Diasporic productions

March 1, 2020

The play Kaffetår celebrates the Pakistani-Norwegian community in Norway

— Photos courtesy of Lina Hindrum.

To celebrate 50 years of the Pakistani community in Norway, Tony Usman, a Pakistani-Norwegian actor and playwright, made an effort to showcase this history through a theatrical performance in Oslo. The play, in collaboration with Arts Council of Norway, is being staged from February 27 to March 2.
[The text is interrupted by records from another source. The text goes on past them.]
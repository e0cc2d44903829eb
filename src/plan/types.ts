/**
 * The analysis plan file, format `tandem-plan/1` (YAML; schema in schemas/plan-v1.schema.json).
 * Written by `tandem advise --plan`, read by `tandem analyze PLAN`, `tandem size PLAN` and
 * `tandem audit`, checked by `tandem plan check`.
 */
import type { Answers, ConditionToCheck, DesignFamily } from '../engine/types.js';
import type { Alternative, ProcedureId } from '../stats/types.js';

export const PLAN_FORMAT = 'tandem-plan/1';

export type DataMapping =
  /** Paired, one row per unit: two value columns, optional id column. */
  | { layout: 'wide'; first: string; second: string; id?: string; pairBy: 'id' | 'row-order' }
  /** Paired, one row per measurement: id, condition and value columns. */
  | { layout: 'long'; id: string; condition: string; value: string; firstLevel: string; secondLevel: string }
  /**
   * Independent: a group column and a value column; an optional id column lets the data layer
   * catch a unit measured more than once (pseudo-replication).
   */
  | { layout: 'groups'; group: string; value: string; firstLevel: string; secondLevel: string; id?: string }
  /** Independent: two columns, possibly of different lengths (blank cells). */
  | { layout: 'columns'; first: string; second: string }
  /** 2x2 crossover: one row per subject. */
  | {
      layout: 'crossover';
      id?: string;
      sequence: string;
      /** The sequence value meaning "first condition in period 1" (and the other one). */
      firstThenSecond: string;
      secondThenFirst: string;
      period1: string;
      period2: string;
    };

export interface Plan {
  format: typeof PLAN_FORMAT;
  title: string;
  /** tandem version that wrote it, and when (ISO 8601). */
  createdBy?: string;
  created?: string;
  study: {
    /** The unit that is measured, e.g. "bridge deck panel". */
    unit: string;
    outcome: string;
    outcomeUnit?: string;
    /** Condition labels; differences are first minus second. */
    first: string;
    second: string;
    /** binary outcomes: the value that counts as the event, e.g. "1" or "yes". */
    event?: string;
  };
  design: { family: DesignFamily; kind: string; reasons: string[] };
  difference: string;
  procedure: {
    id: ProcedureId;
    alternative: Alternative;
    confidence: number;
    nullValue: number;
    margin?: number;
  };
  sensitivity: { id: ProcedureId; why: string } | null;
  hypotheses: { nullSymbols: string; alternativeSymbols: string; nullWords: string; alternativeWords: string };
  data: DataMapping & { missing?: string[]; delimiter?: ',' | ';' | '\t' | 'auto' };
  missingPolicy: 'drop-incomplete-pairs' | 'drop-missing-values';
  conditions: ConditionToCheck[];
  scope: { causal: boolean; generalize: boolean; text: string };
  warnings: string[];
  cautions: string[];
  answers: Answers;
  /** Optional planning inputs (tandem size). */
  planning?: {
    difference?: number;
    sd?: number;
    sdDiff?: number;
    /** Independent designs: the second group's SD when it differs from sd (Welch). */
    sd2?: number;
    rho?: number;
    effectSize?: number;
    alpha?: number;
    power?: number;
    ratio?: number;
    attrition?: number;
    n?: number;
    margin?: number;
  };
}
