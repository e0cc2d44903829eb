/**
 * The analysis plan file (format tandem-plan/1): build from a recommendation, write, read, check.
 *   planFromRecommendation(rec, { title?, data?, created? }) -> Plan           (pure)
 *   writePlanText(plan, planPath) -> YAML text; savePlan(plan, path, { force }) (atomic)
 *   readPlan(path) / parsePlanText(text, file) -> Plan, or InputError with positioned problems
 *   checkPlanText(text, file) -> { plan, problems }                             (for `plan check`)
 */
export { PLAN_FORMAT, type Plan, type DataMapping } from './types.js';
export { planFromRecommendation, defaultDataMapping, slugify, type PlanData, type PlanOptions } from './from-recommendation.js';
export { writePlanText, savePlan, normalizePlan, modeline, schemaReference, PLAN_SCHEMA_FILE } from './write.js';
export { readPlan, readPlanSource, parsePlanText, checkPlanText, checkPlanObject, planSchema, type PlanCheck } from './read.js';
export { semanticFindings, type PlanFinding } from './semantic.js';
export { planSummary, describePlan, describeData } from './describe.js';
export { PROCEDURES, procedureName, proceduresOf, sensitivityAllowed, isProcedureId } from './procedures.js';
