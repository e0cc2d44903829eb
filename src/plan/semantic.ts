/**
 * Checks a plan beyond its schema: the parts must agree with each other. A plan edited by hand
 * can pass the schema and still ask for something incoherent (a Welch t on a paired design, an
 * equivalence test with no margin, a groups layout for pairs). Each finding names the path of the
 * offending value so the reader can place it at a line and column.
 */
import type { ProblemCode } from '../problems.js';
import { PROCEDURES, proceduresOf, sensitivityAllowed } from './procedures.js';
import type { Plan } from './types.js';
import type { ProcedureId } from '../stats/types.js';

export interface PlanFinding {
  code: ProblemCode;
  /** Path of the offending value (or of the object missing a key). */
  path: (string | number)[];
  message: string;
  hint?: string;
}

/** Procedures without a separate equivalence form: an equivalence aim is judged by their interval. */
const MARGIN_BY_INTERVAL: readonly ProcedureId[] = ['mcnemar', 'two-proportions', 'signed-rank', 'rank-sum', 'crossover-t'];

export function semanticFindings(plan: Plan): PlanFinding[] {
  const out: PlanFinding[] = [];
  const add = (code: ProblemCode, path: (string | number)[], message: string, hint?: string): void => {
    out.push({ code, path, message, ...(hint ? { hint } : {}) });
  };
  const family = plan.design.family as string;
  if (family !== 'paired' && family !== 'independent') return out; // the schema already said so
  const id = plan.procedure.id;
  const facts = PROCEDURES[id];

  if (facts.family !== family) {
    add('unknown-value', ['procedure', 'id'], `procedure '${id}' is for ${facts.family === 'paired' ? 'paired' : 'independent'} designs, but design.family is '${family}'`, `for a ${family} design use one of: ${proceduresOf(family).join(', ')}`);
  }

  // Margin: required by the equivalence procedures, meaningless elsewhere.
  if (facts.equivalence && plan.procedure.margin === undefined) {
    add('missing-key', ['procedure'], `procedure '${id}' is an equivalence test and needs procedure.margin`, 'a positive number in the outcome unit: equivalent means the difference lies within [-margin, +margin]');
  }
  // For an equivalence aim the rule base keeps the yes/no, rank and crossover procedures and
  // judges equivalence by their own 90% interval (rules/selections.yaml), so they carry the
  // margin too; only the t procedures, which have a separate equivalence form, take none.
  const margin = plan.procedure.margin;
  if (margin !== undefined && !facts.equivalence && !MARGIN_BY_INTERVAL.includes(id)) {
    add('unknown-key', ['procedure', 'margin'], `procedure.margin is only used for an equivalence aim: by the equivalence procedures (paired-equivalence, welch-equivalence) and, judged by their interval, by ${MARGIN_BY_INTERVAL.join(', ')}; not by '${id}'`, 'remove margin, or choose an equivalence procedure');
  }
  // Binary procedures judge equivalence by their interval for a difference of proportions.
  if (margin !== undefined && facts.binary && margin >= 1) {
    add('unknown-value', ['procedure', 'margin'], `procedure.margin ${margin} cannot bound a difference of two proportions`, 'a proportion between 0 and 1, e.g. 0.05 for five percentage points');
  }

  if (plan.sensitivity) {
    const allowed = sensitivityAllowed(id);
    if (!allowed.includes(plan.sensitivity.id)) {
      add(
        'unknown-value',
        ['sensitivity', 'id'],
        plan.sensitivity.id === id
          ? `the sensitivity analysis repeats the main procedure '${id}'`
          : `sensitivity '${plan.sensitivity.id}' does not fit the main procedure '${id}' (${family} design, ${facts.binary ? 'binary' : 'numeric'} outcome)`,
        allowed.length ? `allowed: ${allowed.join(', ')}, or null for none` : `'${id}' has no sensitivity alternative: use null`,
      );
    }
  }

  const layout = plan.data.layout;
  if (!facts.layouts.includes(layout)) {
    add('unknown-value', ['data', 'layout'], `data layout '${layout}' cannot be read by procedure '${id}'`, `allowed for '${id}': ${facts.layouts.join(', ')}`);
  }
  checkColumns(plan, add);

  const policy = family === 'paired' ? 'drop-incomplete-pairs' : 'drop-missing-values';
  if (plan.missingPolicy !== policy) {
    add('unknown-value', ['missingPolicy'], `missingPolicy '${plan.missingPolicy}' does not fit a ${family} design`, `use ${policy}`);
  }

  if (!facts.binary && plan.study.event !== undefined) {
    add('unknown-key', ['study', 'event'], `study.event is only used by binary procedures (mcnemar, two-proportions), not by '${id}'`, 'remove event, or choose a binary procedure');
  }
  if (plan.study.first === plan.study.second) {
    add('unknown-value', ['study', 'second'], `the two condition labels are both '${plan.study.first}'`, 'give the second condition its own label');
  }

  const seen = new Set<string>();
  plan.conditions.forEach((c, i) => {
    if (seen.has(c.id)) add('duplicate-id', ['conditions', i, 'id'], `condition id '${c.id}' appears more than once`);
    seen.add(c.id);
  });
  return out;
}

type Add = (code: ProblemCode, path: (string | number)[], message: string, hint?: string) => void;

/** Columns that must differ from each other, and levels that must tell the conditions apart. */
function checkColumns(plan: Plan, add: Add): void {
  const d = plan.data;
  const distinct = (keys: string[]): void => {
    const rec = d as unknown as Record<string, string | undefined>;
    for (let i = 0; i < keys.length; i++) {
      for (let j = 0; j < i; j++) {
        const a = rec[keys[j]];
        if (a !== undefined && a === rec[keys[i]]) {
          add('unknown-value', ['data', keys[i]], `data.${keys[i]} and data.${keys[j]} name the same column '${a}'`, 'each role needs its own column');
        }
      }
    }
  };
  switch (d.layout) {
    case 'wide':
      distinct(['id', 'first', 'second']);
      if (d.pairBy === 'id' && d.id === undefined) add('missing-key', ['data'], 'data.pairBy is id but data.id (the id column) is missing', 'name the id column, or use pairBy: row-order when each row is one unit and there is no id column');
      break;
    case 'long':
      distinct(['id', 'condition', 'value']);
      if (d.firstLevel === d.secondLevel) add('unknown-value', ['data', 'secondLevel'], `data.firstLevel and data.secondLevel are both '${d.firstLevel}'`, 'the two values of the condition column');
      break;
    case 'groups':
      distinct(['id', 'group', 'value']);
      if (d.firstLevel === d.secondLevel) add('unknown-value', ['data', 'secondLevel'], `data.firstLevel and data.secondLevel are both '${d.firstLevel}'`, 'the two values of the group column');
      break;
    case 'columns':
      distinct(['first', 'second']);
      break;
    case 'crossover':
      distinct(['id', 'sequence', 'period1', 'period2']);
      if (d.firstThenSecond === d.secondThenFirst) add('unknown-value', ['data', 'secondThenFirst'], `data.firstThenSecond and data.secondThenFirst are both '${d.firstThenSecond}'`, 'the two values of the sequence column');
      break;
  }
}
Kaffetår (Sip of Coffee) celebrates the arrival of some of the first Pakistani immigrants, centred on the lives of two friends Sadiq and Shafeeq. Sadiq hails from a small village in Kharian area, and arrives in the winter of 1970. As he sets his feet on the fresh fallen snow, he immediately encounters Shafeeq from Gujranwala. Together they share memories of their beloved homeland and families, whilst making new experiences in a strange country which would be their home for the next fifty years.

“The play is a mixture of fiction and facts. It is a historical and political comment with humorous undertones on a 50 years journey and shows how Oslo as a city and Pakistanis as a community have changed over time,” writer and director of the play, Toni Usman tells The News on Sunday. “Perhaps culture and identity change over time. That’s why the play concerns Norwegian-Pakistanis as well as ethnic Norwegians, and makes some effort to underline related issues in the hope to create further understanding and help interfaith harmony,” he adds.

According to the Embassy of Norway in Islamabad, the first Pakistanis in Norway arrived as early as the mid and late 1960s, but immigration from Pakistan gained momentum in 1971, after Denmark introduced immigration stops in 1970. Most of these migrant workers were from the Punjab, especially Gujrat, Kharian and surrounding areas. As of January 1, 2019, there were 38,000 Norwegian-Pakistanis in Norway, of whom 20,674 were immigrants and 17,326 were Norwegian-born. Pakistanis are the third largest non-western immigrant group in Norway.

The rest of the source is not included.